Joan Crawford is another who used to repel me, and of course her posthumous reputation has been damaged by her adopted daughter’s memoir, Mommie Dearest. I wouldn’t call her beautiful. Her large-shouldered glamour looks silly now; it cries out for a female impersonator. For all that, I love her bold-lined face and the way she uses her eyes. The less pretty she got, the more she seemed to own the screen.

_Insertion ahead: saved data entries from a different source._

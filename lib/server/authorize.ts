import { can, mayEver, type Action, type Actor, type Subject } from '@/lib/permissions';
import { Problem } from '@/lib/problem';

/** Throws when nobody is signed in or the table says no. Called by `handle`, `action` and `requirePage` only. */
export function authorize<A extends Actor>(actor: A | null, action: Action, subject?: Subject): A {
  if (!actor) throw new Problem('not-signed-in');
  const decision = can(actor, action, subject);
  if (!decision.allowed) throw new Problem('not-allowed', { reason: decision.reason });
  return actor;
}

/** Refuses a role that never may, before anything of the request is read: the ladder's first step. */
export function refuseHopeless(actor: Actor, action: Action): void {
  if (!mayEver(actor.role, action)) authorize(actor, action);
}
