import { listMaterials, type MaterialRecord } from '@/db/queries/materials';
import { listPolicies } from '@/db/queries/policy';
import { findCurrentPlan, listPlanned, type PlannedRecord, type PlanRecord } from '@/db/queries/storm-plans';
import {
  listForecastHours,
  listPasses,
  listRouteLegs,
  listStationReadings,
  listStormRoads,
  listStormStations,
  listTreated,
  type ForecastHourRecord,
  type PassRecord,
  type StationReadingRecord,
  type StationRecord,
  type StormRecord,
  type StormRoadRecord,
  type TreatedRecord,
} from '@/db/queries/storm-state';
import { readPolicy } from '@/lib/contracts/policy';
import { type Station } from '@/lib/pavement/station-series';
import { arrivalOffsetsMin } from '@/lib/routing/arrival-offsets';
import { stepAxis, type StepAxis } from '@/lib/time/step-axis';
import { type Material } from '@/lib/treatment/materials';
import { type Policy } from '@/lib/treatment/policy';

const hourMs = 3_600_000;
/** Before a storm begins, and beyond now while it runs. */
const leadMs = hourMs;
const aheadMs = 12 * hourMs;
const longestMs = 72 * hourMs;
/** From this many roads on, steps of 15 min keep the answer to a size that a browser takes at once. */
const manyRoads = 2000;

export interface StormFacts {
  storm: StormRecord;
  /** what parts measured from forecast: now, or the end of a storm that is over */
  seenAt: number;
  axis: StepAxis;
  roads: StormRoadRecord[];
  stationRecords: StationRecord[];
  stations: Station[];
  forecastIssuedAt: number | null;
  passes: PassRecord[];
  treated: TreatedRecord[];
  plan: PlanRecord | null;
  planned: PlannedRecord[];
  /** road → when a truck of its route is there after a pass set out, and which */
  arrivals: Map<number, { offsetMin: number; truckNumber: number | null }>;
  materials: Map<number, MaterialRecord>;
  policy: Policy;
}

/** A product of the database as the treatment model knows it. */
export function materialOf(record: MaterialRecord): Material {
  const { id, name, form, composition, waterMassFraction, densityKgPerM3, practicalMinimumC, costCentsPerTonne } =
    record;
  return {
    id: String(id),
    name,
    form,
    composition,
    waterMassFraction,
    densityKgPerM3,
    practicalMinimumC,
    costCentsPerTonne,
  };
}

export function stationsOf(
  records: readonly StationRecord[],
  readings: readonly StationReadingRecord[],
  hours: readonly ForecastHourRecord[],
): Station[] {
  return records.map(({ id, latDeg, lonDeg, heightM }) => ({
    id,
    latDeg,
    lonDeg,
    heightM,
    readings: readings
      .filter((reading) => reading.stationId === id)
      .map(({ observedAt, ...reading }) => ({ ...reading, at: observedAt.getTime() })),
    forecast: hours
      .filter((hour) => hour.stationId === id)
      .map(({ validAt, ...hour }) => ({ ...hour, validAt: validAt.getTime() })),
  }));
}

function axisFor(
  storm: StormRecord,
  seen: { seenAt: number; hours: readonly ForecastHourRecord[]; roads: number },
): StepAxis {
  const fromAt = storm.fromAt.getTime() - leadMs;
  const lastHour = seen.hours.reduce((last, hour) => Math.max(last, hour.validAt.getTime()), seen.seenAt);
  const wanted = storm.closedAt
    ? storm.untilAt.getTime() + leadMs
    : Math.min(
        Math.max(storm.untilAt.getTime() + leadMs, seen.seenAt + aheadMs),
        Math.max(lastHour, seen.seenAt + hourMs),
      );
  const untilAt = Math.min(Math.max(wanted, fromAt + hourMs), fromAt + longestMs);
  return stepAxis({ fromAt, untilAt, stepMin: seen.roads > manyRoads ? 15 : 10 });
}

async function arrivalsOfRoutes(): Promise<StormFacts['arrivals']> {
  const legs = await listRouteLegs();
  const arrivals: StormFacts['arrivals'] = new Map();
  for (const routeId of new Set(legs.map((leg) => leg.routeId))) {
    const own = legs.filter((leg) => leg.routeId === routeId);
    for (const [segmentId, offsetMin] of arrivalOffsetsMin(own)) {
      const known = arrivals.get(segmentId);
      if (!known || offsetMin < known.offsetMin)
        arrivals.set(segmentId, { offsetMin, truckNumber: own[0]?.truckNumber ?? null });
    }
  }
  return arrivals;
}

/** The end of a storm that is over, else now. */
export function seenAtOf(storm: StormRecord, now: Date): Date {
  return storm.closedAt && storm.closedAt < now ? storm.closedAt : now;
}

/** All that a storm's state is computed from, read at once. */
export async function readStormFacts(storm: StormRecord, now: Date): Promise<StormFacts> {
  const seen = seenAtOf(storm, now);
  const fromAt = new Date(storm.fromAt.getTime() - leadMs - hourMs);
  const [roads, stationRecords, hours, passes, treated, plan, policies, materials, arrivals] = await Promise.all([
    listStormRoads(),
    listStormStations(),
    listForecastHours({ at: seen }),
    listPasses({ stormId: storm.id }),
    listTreated({ fromAt, untilAt: seen }),
    findCurrentPlan({ stormId: storm.id }),
    listPolicies(),
    listMaterials(),
    arrivalsOfRoutes(),
  ]);
  const axis = axisFor(storm, { seenAt: seen.getTime(), hours, roads: roads.length });
  const [readings, planned] = await Promise.all([
    listStationReadings({ fromAt, untilAt: seen }),
    plan ? listPlanned({ planId: plan.id }) : [],
  ]);
  return {
    storm,
    seenAt: seen.getTime(),
    axis,
    roads,
    stationRecords,
    stations: stationsOf(stationRecords, readings, hours),
    forecastIssuedAt: hours[0]?.issuedAt.getTime() ?? null,
    passes,
    treated,
    plan,
    planned,
    arrivals,
    materials: new Map(materials.map((material) => [material.id, material])),
    policy: readPolicy(policies[0]?.rules ?? {}),
  };
}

Hollywood usually cast Claude Rains as a villain, with his swirling hair, his ominous brows, and his insinuating suavity; but what a delicious villain he was, often stealing the movie from the hero. He always gave the same performance, but it was always note-perfect, and I never tire of it. Much the same is true of George Sanders, the cad’s cad.

Nobody in movies spoke with more silken grace than James Mason, whom I’ve always thought extraordinarily handsome; his sad eyes reminded me of my father. Hero or villain, he conveyed intelligence as few actors did. I never fully admired Cary Grant as a screen actor until I saw him steal scenes from Mason in North by Northwest. I didn’t know it could be done.

Charles Laughton showed how interesting an ugly face can be. He could get the most out of a line with an off-hand growl. As Quasimodo, the hideous hunchback of Notre Dame, he abandoned his greatest asset, his rich voice, and still managed to give one of the most heart-breaking performances ever filmed.

These are only a few of my personal favorites. Each of them illustrates the genius it takes to project an enduring personality onto the big screen. Many other stars of their era have faded; these won’t.